How This NLP-Driven Literature Search Engine Can Help In Extracting Relevant COVID Information For Medical Innovation

With the growing risk of fast pace spread of COVID-19 across the globe, there is an extreme need for a potential way forward or approaches to break the chain if not cure.​

Currently, there is significant research & literature around the similar situation during previous epidemics spread which may not be specific for the current situation but still very valuable. ​This might provide us with the right approaches and improved policy measures that will aid us to fight this battle.​

We, like Natural Language Processing (NLP) researchers, hope to leverage this research, ideas, reports, or any data to find close to accurate and quickly actionable insights to control the spread via medical or non-pharma interventions.​With this, we hope to bring in our approach which can help community members to find the right literature using the methods of NLP, Deep Learning & Search. ​

As part of the R&D activity, we participated in one of the well renowned and prestigious TREC (Text REtrieval Challenge) organized by NIST (National Institute of Standards and Technology). This is TREC-COVID which aims at building a Pandemic Retrieval Test Collection Challenge to build and come up with a model for information retrieval from the CORD-19 dataset of literature articles.

As part of this activity, we developed an NLP & deep learning-enabled engine which can accept natural language/free text dynamic queries and retrieve top N articles from the offline repositories of PubMed Central, WHO, bioRxiv & medRxiv corpora. The algorithm also returns by highlighting the specific sentences/section where the answer can be found for the input query.

It also computes the confidence score associated with every hit to determine the score for each hit corresponding to the input query. The beta version of the solution is available and can be accessed using the link provided below.

As part of the further phases of this solution, we are working towards adding the functionality of Question-Answering (QnA) system that would fetch exact answers to questions, instead of longer sentences, paragraphs, or documents from where the user must find the answer. Also, depending upon the feedback from the Business & RnD users, the phase of the solution will incorporate the concepts of reinforcement learning in the coming future.
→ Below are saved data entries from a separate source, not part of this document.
// betaInc returns the regularised incomplete beta I_x(a, b) and its
// complement 1 − I_x(a, b) = I_y(b, a), for a, b > 0 and x + y = 1 with
// x, y and w = b·x − a·y given to full precision (see brcomp). The side below the mean
// (x < (a+1)/(a+b+2), where I ≤ about 1/2) is computed directly and the
// other as its complement, so both results keep their relative precision.
func betaInc(a, b, x, y, w float64) (lower, upper float64) {
	switch {
	case math.IsNaN(x) || math.IsNaN(y):
		return math.NaN(), math.NaN()
	case x <= 0:
		return 0, 1
	case y <= 0:
		return 1, 0
	}
	swap := x*(a+b+2) > a+1
	if swap {
		a, b, x, y, w = b, a, y, x, -w
	}
	i := betaIncLower(a, b, x, y, w)
	if swap {
		return 1 - i, i
	}
	return i, 1 - i
}

// betaIncLower returns I_x(a, b) on the lower side of the mean.
func betaIncLower(a, b, x, y, w float64) float64 {
	if a >= 15 && y <= 0.5 {
		if i, ok := betaIncLargeA(a, b, y); ok {
			return i
		}
	}
	return betaIncFrac(a, b, x, y, w)
}

// betaIncFrac returns I_x(a, b) = x^a y^b/(a·B(a, b))·(1/(1+ d₁/(1+ d₂/(1+ …))))
// by the continued fraction of A&S 26.5.8, evaluated by the modified Lentz
// method (Numerical Recipes, 3rd ed., §6.4). It converges fast below the
// mean; within O(√(a+b)) terms when x is near it.
func betaIncFrac(a, b, x, y, w float64) float64 {
	const tiny = 1e-300
	pre := brcomp(a, b, x, y, w) / a
	if pre == 0 {
		return 0
	}
	c := 1.0
	d := (1 - w) / (a + 1) // 1 − (a+b)x/(a+1) = (1 + a·y − b·x)/(a+1), without cancellation
	if math.Abs(d) < tiny {
		d = tiny
	}
	d = 1 / d
	h := d
	for m := 1.0; m < 1e8; m++ {
		m2 := 2 * m
		aa := m * (b - m) * x / ((a + m2 - 1) * (a + m2))
		d = 1 + aa*d
		if math.Abs(d) < tiny {
			d = tiny
		}
		c = 1 + aa/c
		if math.Abs(c) < tiny {
			c = tiny
		}
		d = 1 / d
		h *= d * c
		aa = -(a + m) * (a + b + m) * x / ((a + m2) * (a + m2 + 1))
		d = 1 + aa*d
		if math.Abs(d) < tiny {
			d = tiny
		}
		c = 1 + aa/c
		if math.Abs(c) < tiny {
			c = tiny
		}
		d = 1 / d
		del := d * c
		h *= del
		if math.Abs(del-1) <= 1e-16 {
			break
		}
	}
	return pre * h
}

// bgratL holds ℓₖ = B₂ₖ/(2k·(2k)!), the coefficients of
// ln(sinh(s/2)/(s/2)) = Σ ℓₖ s^(2k) (A&S 4.5.64 with 23.1.2), from mpmath
// 1.2.1: bernoulli(2k)/(2k·factorial(2k)), printed to 20 digits.
var bgratL = [...]float64{
	0.041666666666666666667, -0.00034722222222222222222, 5.5114638447971781305e-6,
	-1.0333994708994708995e-7, 2.0876756987868098979e-9, -4.403491782239577654e-11,
	9.5589546647747705949e-13, -2.1185501852016142918e-14, 4.7700344757099136467e-16,
	-1.0874343492790309365e-17, 2.5040921947091952342e-19, -5.8143602857552180586e-21,
	1.3595027075497951814e-22, -3.1976847953705524466e-24, 7.5598415077922768677e-26,
	-1.7952470840225632641e-27, 4.2799190459260732408e-29, -1.0238874835181417162e-30,
	2.45703533081448544e-32, -5.9125560392515748364e-34,
}

// betaIncLargeA returns I_x(a, b) for large a by the expansion in
// incomplete gamma functions of DiDonato & Morris (1992, TOMS 708, BGRAT;
// Temme 1996, "Special Functions", §11.3.3). With t = e^(−s) and
// T = a + (b−1)/2,
//
//	I_x(a, b) = 1/B(a,b) ∫_{−ln x}^∞ e^(−Ts) s^(b−1) (sinh(s/2)/(s/2))^(b−1) ds,
//
// and expanding (sinh(s/2)/(s/2))^(b−1) = Σ pₙ s^(2n) (pₙ from ℓₖ above by
// the exponential recurrence n·pₙ = Σ k·(b−1)ℓₖ·pₙ₋ₖ) gives
//
//	I_x(a, b) = Γ(a+b)/(Γ(a)·T^b) · Σₙ pₙ · Γ(b+2n)/(Γ(b)·T^(2n)) · Q(b+2n, u),  u = −T·ln x,
//
// with Q(s+1, u) = Q(s, u) + u^s e^(−u)/Γ(s+1). The prefactor is formed
// from Stirling's series as a·φ(b/a) − ln(1+b/a)/2 + b·ln(1+(b+1)/(2T)) +
// δ(a+b) − δ(a), φ(t) = ln(1+t) − t. The series is asymptotic; ok is false
// unless a term falls below 1e-17 of the sum within len(bgratL) terms.
func betaIncLargeA(a, b, y float64) (w float64, ok bool) {
	T := a + (b-1)/2
	u := -T * math.Log1p(-y)
	if !(u > 0) {
		return 1, true
	}
	lnM := a*log1pmx(b/a) - 0.5*math.Log1p(b/a) + b*math.Log1p((b+1)/(2*T)) + stirlingDelta(a+b) - stirlingDelta(a)
	_, qn := gammaInc(b, u)
	lgb1, _ := math.Lgamma(b + 1)
	e := math.Exp(b*math.Log(u) - u - lgb1) // u^b e^(−u)/Γ(b+1)
	const n = len(bgratL)
	var g, p [n + 1]float64
	for k := 1; k <= n; k++ {
		g[k] = (b - 1) * bgratL[k-1]
	}
	p[0] = 1
	sum, r := qn, 1.0
	s := b
	for i := 1; i <= n; i++ {
		var acc float64
		for k := 1; k <= i; k++ {
			acc += float64(k) * g[k] * p[i-k]
		}
		p[i] = acc / float64(i)
		// Q(s+2, u) = Q(s, u) + e_s + e_{s+1}
		qn += e
		e *= u / (s + 1)
		qn += e
		e *= u / (s + 2)
		r *= s * (s + 1) / (T * T)
		s += 2
		term := p[i] * r * qn
		sum += term
		if math.Abs(term) <= 1e-17*math.Abs(sum) {
			return math.Exp(lnM) * sum, true
		}
	}
	return 0, false
}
We hope to improve our QnA system using reinforcement learning techniques to dynamically improve the retrieval process of the engine. As the next step, this engine is planned to be integrated with other COVID-19 applications developed at Merck.

About the speaker

Prathamesh P Karmalkar

Senior Data Scientist – AI, NLP & Text Analytics at Merck Life Science, India

Prathamesh is an experienced professional, who brings all the skills and expertise in Artificial Intelligence, Natural Language Processing, Text Analytics, Deep Learning & Machine Learning.

His capability to do design thinking on applying AI & ML to complex business problems in the area of Healthcare, Life Sciences, Patient Safety, Medical Information, Manufacturing, R&D, etc. is quite impressive. Prathamesh has published & presented several papers in the area of AI, NLP, Machine Learning, Deep Learning, and Advanced Analytics.

He has also delivered several talks at various global conferences & symposiums. Prathamesh is honored with India’s Top 40 Under 40 Data Scientists Award by Analytics India Magazine. Prathamesh was selected as Member of Advisory & Technical Committee – International Conference on Next Generation Computing Technologies by Centre for Information Technology-UPES for 2015, 2016 & 2017 editions.

Also, Prathamesh played the Lead Role in Review Committee for NLU, Text Analytics & AI at “International Conference on Machine Intelligence and Data Science Applications (MIDAS) 2020”, in association with IET.

In his current role of Principal Data Scientist at Merck KGaA, he is bringing thought leadership & expertise to help set up the practice for NLP, Text Analytics, Deep Learning, Machine Learning & AI.